• Work required: Retype exactly the lines that run from the start of the data to the line holding "figures(interval, 'length', context.system))", including both, and only those.

──────

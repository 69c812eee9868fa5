/** Row 28: thickness by Tables 6.2, 6.3, 6.4 and 10.9. Position and thickness must be covered together by one test each. */
import { unionAll } from '../../../ranges/span.ts'
import type { Verdict } from '../../../schemas/assessment.ts'
import { figures, isStated, unitOf } from '../../common/reading.ts'
import { figureRule } from '../../common/rule-kinds.ts'
import { names, show } from '../../common/wording.ts'
import type { Rule, RuleContext, RuleVerdict } from '../../rule.ts'
import { meta } from '../meta.ts'
import { askedPlaces, coveredPlaces } from '../positions.ts'
import { memberCures } from '../member-cures.ts'
import { thicknessSpan } from '../ranges.ts'

/** Least and greatest thickness of both members. */
function asked(context: RuleContext): { min: number | null; max: number | null } | null | 'fault' {
  const all = [context.procedure.thickness, context.procedure.thicknessB].filter((interval) => isStated(interval)).map((interval) => figures(interval, 'length', context.system))
  if (all.length === 0 || !isStated(context.procedure.thickness)) return null
  if (all.some(({ fault }) => fault)) return 'fault'
  if (all.some((one) => one.all)) return { min: null, max: null }
  return { min: Math.min(...all.map(({ min, max }) => min ?? max ?? 0)), max: Math.max(...all.map(({ min, max }) => max ?? min ?? 0)) }
}

const base = figureRule({
  meta: meta('thickness_diameter', { combine: 'union', title: 'Thickness' }),
  cure: (context, joined) => memberCures(context, joined, 'thickness'),
  field: 'thickness',
  at: 'weld',
  label: 'thickness',
  dimension: 'length',
  asked,
  range(context, side) {
    const span = thicknessSpan(context, side)
    return { range: span.range, tested: span.tested, reason: span.reason, clause: span.clause, basis: span.basis, missing: span.missing }
  },
  how(context, side, end) {
    const span = thicknessSpan(context, side)
    return { how: span.limits?.how[end] ?? null, coupon: `${span.tested === null ? '' : `${show(span.tested, unitOf('length', context.system))} `}test` }
  },
  plan: (wanted, context) => `A test weld whose range holds ${show(wanted.min ?? 0, unitOf('length', context.system))} to ${wanted.max === null ? 'no limit' : show(wanted.max, unitOf('length', context.system))}.`,
})

const RANK: Record<Verdict, number> = { within: 0, 'cannot-tell': 1, outside: 2 }

export const thickness: Rule = {
  ...base,
  check(context, sides, joined) {
    const places = askedPlaces(context.block?.positions ?? [])
    if (sides.length < 2) return base.check(context, sides, joined)
    // A vertical test of thick plate says nothing of thick flat welds: each position is judged by the tests that cover it.
    let worst: RuleVerdict | null = null
    for (const place of places) {
      const own = sides.filter((side) => coveredPlaces(side.block?.positions ?? []).includes(place))
      if (own.length === 0) continue
      const judged = base.check(context, own, unionAll(own.map((side) => thicknessSpan(context, side).range)))
      if (judged && (!worst || RANK[judged.verdict] > RANK[worst.verdict])) worst = judged.verdict === 'within' || places.length < 2 ? judged : { ...judged, sentence: `${judged.sentence} This is for the ${place} position, which only ${names(own)} covers.` }
    }
    return worst ?? base.check(context, sides, joined)
  },
}
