/** What holds for every record: no crash, nothing missing passes, wider coupons never lose, and inches judge as inches. */
import fc from 'fast-check'
import { describe, expect, test } from 'vitest'
import type { CouponContent, Position, WeldingVariables } from '@shared/schemas/welding.ts'
import { assess, qualifyCoupon } from '@shared/assessment/assess.ts'
import { awsD11 } from '@shared/standards/aws-d1-1/index.ts'
import type { CouponSide, RangeContext } from '@shared/standards/rule.ts'
import { coveredPlaces } from '@shared/standards/aws-d1-1/positions.ts'
import { pipeLimits, plateLimits } from '@shared/standards/aws-d1-1/ranges.ts'
import { interval, quantity } from '@shared/units/convert.ts'
import { coupon, finding, first, judge, pair, procedure, type Arc } from './records.ts'

const ARCS: readonly Arc[] = ['SMAW', 'SAW', 'GMAW', 'FCAW', 'GTAW']
const OPEN = { min: null, max: null, all: false }
const ALL = { min: null, max: null, all: true }
const WRONG = interval(9, 2, 'length')
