/** Row 4: a filler metal outside the A5 specifications that the row names for the process. */
import type { Process, ProcessBlock } from '../../../schemas/welding.ts'
import { namedRule } from '../../common/rule-kinds.ts'
import { classification, specification } from '../fillers.ts'
import { meta } from '../meta.ts'

export const NAMED: Partial<Record<Process, readonly string[]>> = { SMAW: ['A5.1', 'A5.5'], SAW: ['A5.17', 'A5.23'], GMAW: ['A5.18', 'A5.28'], FCAW: ['A5.20', 'A5.29'], GTAW: ['A5.18', 'A5.28'] }

const inside = (process: Process): string => (NAMED[process] ?? []).join(' or ')

/** The named specifications as one, or the filler's own specification and class. */
function token(block: ProcessBlock | null): string | null {
  if (!block?.process) return null
  const spec = specification(block.process, block.filler)
  if (spec === null) return null
  return NAMED[block.process]?.includes(spec) ? inside(block.process) : `${spec} ${classification(block.filler) ?? ''}`.trim()
}

export const fillerSpecification = namedRule({
  meta: meta('filler_specification'),
  field: 'filler.specification',
  at: 'block',
  label: 'filler specification',
  applies: (context) => context.block?.filler.added !== false,
  asked(context) {
    const value = token(context.block)
    return value ? [value] : null
  },
  tested: (_context, side) => (side.block?.filler.added === false ? 'no filler' : token(side.block)),
  covers: (value, _context, side) => (side.block?.process ? [value, inside(side.block.process)] : [value]),
  because: 'A filler of the named specifications is free in this row; one outside them covers only itself.',
})
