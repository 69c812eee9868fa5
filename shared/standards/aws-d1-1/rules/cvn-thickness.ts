/** Table 6.7: least thickness with CVN, T or 16 mm (5/8 in.), whichever is less; from 3 mm (1/8 in.) where T is under 6 mm (1/4 in.). */
import { figures, unitOf } from '../../common/reading.ts'
import { figureRule } from '../../common/rule-kinds.ts'
import { show } from '../../common/wording.ts'
import { meta } from '../meta.ts'
import { memberCures } from '../member-cures.ts'
import { couponThickness, lengthRange, unknownLength } from '../ranges.ts'

/** Printed pairs: the floor, the thickness below which it falls to the least, and that least. */
const FLOOR = { SI: { floor: 16, thin: 6, least: 3 }, US: { floor: 5 / 8, thin: 1 / 4, least: 1 / 8 } } as const

export const cvnThickness = figureRule({
  meta: meta('cvn_min_thickness', { combine: 'union' }),
  field: 'thickness',
  at: 'weld',
  label: 'least thickness with CVN',
  dimension: 'length',
  cure: (context, joined) => memberCures(context, joined, 'thickness'),
  asked(context) {
    const all = [context.procedure.thickness, context.procedure.thicknessB].flatMap((interval) => (interval ? [figures(interval, 'length', context.system)] : []))
    if (all.some(({ fault }) => fault)) return 'fault'
    if (all.some((one) => one.all)) return { min: 0, max: null }
    const lows = all.flatMap(({ min, max }) => min ?? max ?? [])
    return lows.length > 0 ? { min: Math.min(...lows), max: Math.min(...lows) } : null
  },
  range(context, side) {
    const { system } = context
    const T = couponThickness(side.variables, system)
    if (T === null) return { range: unknownLength(system), tested: null, reason: `${side.coupon.number} has no thickness recorded.`, missing: [`${side.coupon.number}: thickness`] }
    const { floor, thin, least } = FLOOR[system]
    const low = T < thin ? least : Math.min(T, floor)
    return { range: lengthRange(system, low, null), tested: T, reason: `A test of ${show(T, unitOf('length', system))} gives ${show(low, unitOf('length', system))} as the least thickness with CVN.` }
  },
})

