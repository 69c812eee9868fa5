/** Rows 19 and 21: another gas, mixture, nominal percentage or no gas; and a gas that the A5 specification does not cover. */
import { gasName } from '../../common/reading.ts'
import { namedRule } from '../../common/rule-kinds.ts'
import { names } from '../../common/wording.ts'
import type { Rule } from '../../rule.ts'
import { meta } from '../meta.ts'

const build = (variable: 'shielding_gas' | 'gas_in_filler_spec'): Rule =>
  namedRule({
    meta: meta(variable),
    field: 'shieldingGas',
    at: 'block',
    label: 'shielding gas',
    asked(context) {
      const name = context.block && gasName(context.block.shieldingGas)
      return name ? [name] : null
    },
    tested: (_context, side) => (side.block ? gasName(side.block.shieldingGas) : null),
    because: 'The nominal composition must be that of the test.',
    display: (name) => (name === 'none' ? 'no gas' : name),
  })

export const shieldingGas = build('shielding_gas')

const listed = build('gas_in_filler_spec')

/** The same gas is no change; for another the gases of each A5 specification would have to be known. */
export const gasInFillerSpec: Rule = {
  ...listed,
  check(context, sides, joined) {
    const judged = listed.check(context, sides, joined)
    if (judged?.verdict !== 'outside') return judged
    return { ...judged, verdict: 'cannot-tell', sentence: `The gas is not that of ${names(sides)}; whether the A5 specification of the filler covers it must be looked up there.`, missing: ['gases covered by the A5 specification of the filler'], fixes: [] }
  },
}
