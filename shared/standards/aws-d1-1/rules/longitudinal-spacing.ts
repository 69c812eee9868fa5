/** Row 22 (SAW): spacing of several arcs along the joint. */
import { geometryRule, several, spacingRoom } from '../electrode-geometry.ts'

export const longitudinalSpacing = geometryRule('longitudinal_arc_spacing', 'electrodeSpacing', 'spacing of arcs along the joint', 'length', several, spacingRoom)
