/** Table 6.3: a partial-penetration test covers groove depths up to its own. */
import { figures, isStated, single, unitOf } from '../../common/reading.ts'
import { figureRule } from '../../common/rule-kinds.ts'
import { show } from '../../common/wording.ts'
import { ownMeta } from '../meta.ts'
import { lengthRange, testKind, unknownLength } from '../ranges.ts'

export const grooveDepth = figureRule({
  meta: ownMeta('groove-depth', 'Groove depth (partial penetration)', 'Table 6.3', 'memory', 'Table 6.3 as recalled', 'A partial-penetration test covers grooves up to the depth tested; a complete-penetration test covers every depth.'),
  field: 'depositThickness',
  at: 'block',
  label: 'groove depth',
  dimension: 'length',
  applies: (context) => testKind(context.procedure) === 'partial',
  asked(context) {
    const deposit = context.block?.depositThickness
    const { min, max, all, fault } = figures(deposit, 'length', context.system)
    if (fault) return 'fault'
    if (all) return { min: 0, max: null }
    return isStated(deposit) ? { min: 0, max: max ?? min } : null
  },
  range(context, side) {
    const { system } = context
    const kind = testKind(side.variables)
    if (kind === 'fillet') return null
    if (kind === 'complete') return { range: lengthRange(system, null, null), tested: null, reason: 'A complete-penetration test covers every groove depth.' }
    const depth = single(side.block?.depositThickness, 'length', system)
    if (depth === null) return { range: unknownLength(system), tested: null, reason: `${side.coupon.number} does not record its groove depth.`, missing: [`${side.coupon.number}: depositThickness`] }
    return { range: lengthRange(system, 0, depth), tested: depth, reason: `Up to the ${show(depth, unitOf('length', system))} tested.` }
  },
})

──────

• Answer:
repository 69c812eee9868fa5
/** Row 28: thickness by Tables 6.2, 6.3, 6.4 and 10.9. Position and thickness must be covered together by one test each. */
import { unionAll } from '../../../ranges/span.ts'
import type { Verdict } from '../../../schemas/assessment.ts'
import { figures, isStated, unitOf } from '../../common/reading.ts'
import { figureRule } from '../../common/rule-kinds.ts'
import { names, show } from '../../common/wording.ts'
import type { Rule, RuleContext, RuleVerdict } from '../../rule.ts'
import { meta } from '../meta.ts'
import { askedPlaces, coveredPlaces } from '../positions.ts'
import { memberCures } from '../member-cures.ts'
import { thicknessSpan } from '../ranges.ts'

/** Least and greatest thickness of both members. */
function asked(context: RuleContext): { min: number | null; max: number | null } | null | 'fault' {
  const all = [context.procedure.thickness, context.procedure.thicknessB].filter((interval) => isStated(interval)).map((interval) => figures(interval, 'length', context.system))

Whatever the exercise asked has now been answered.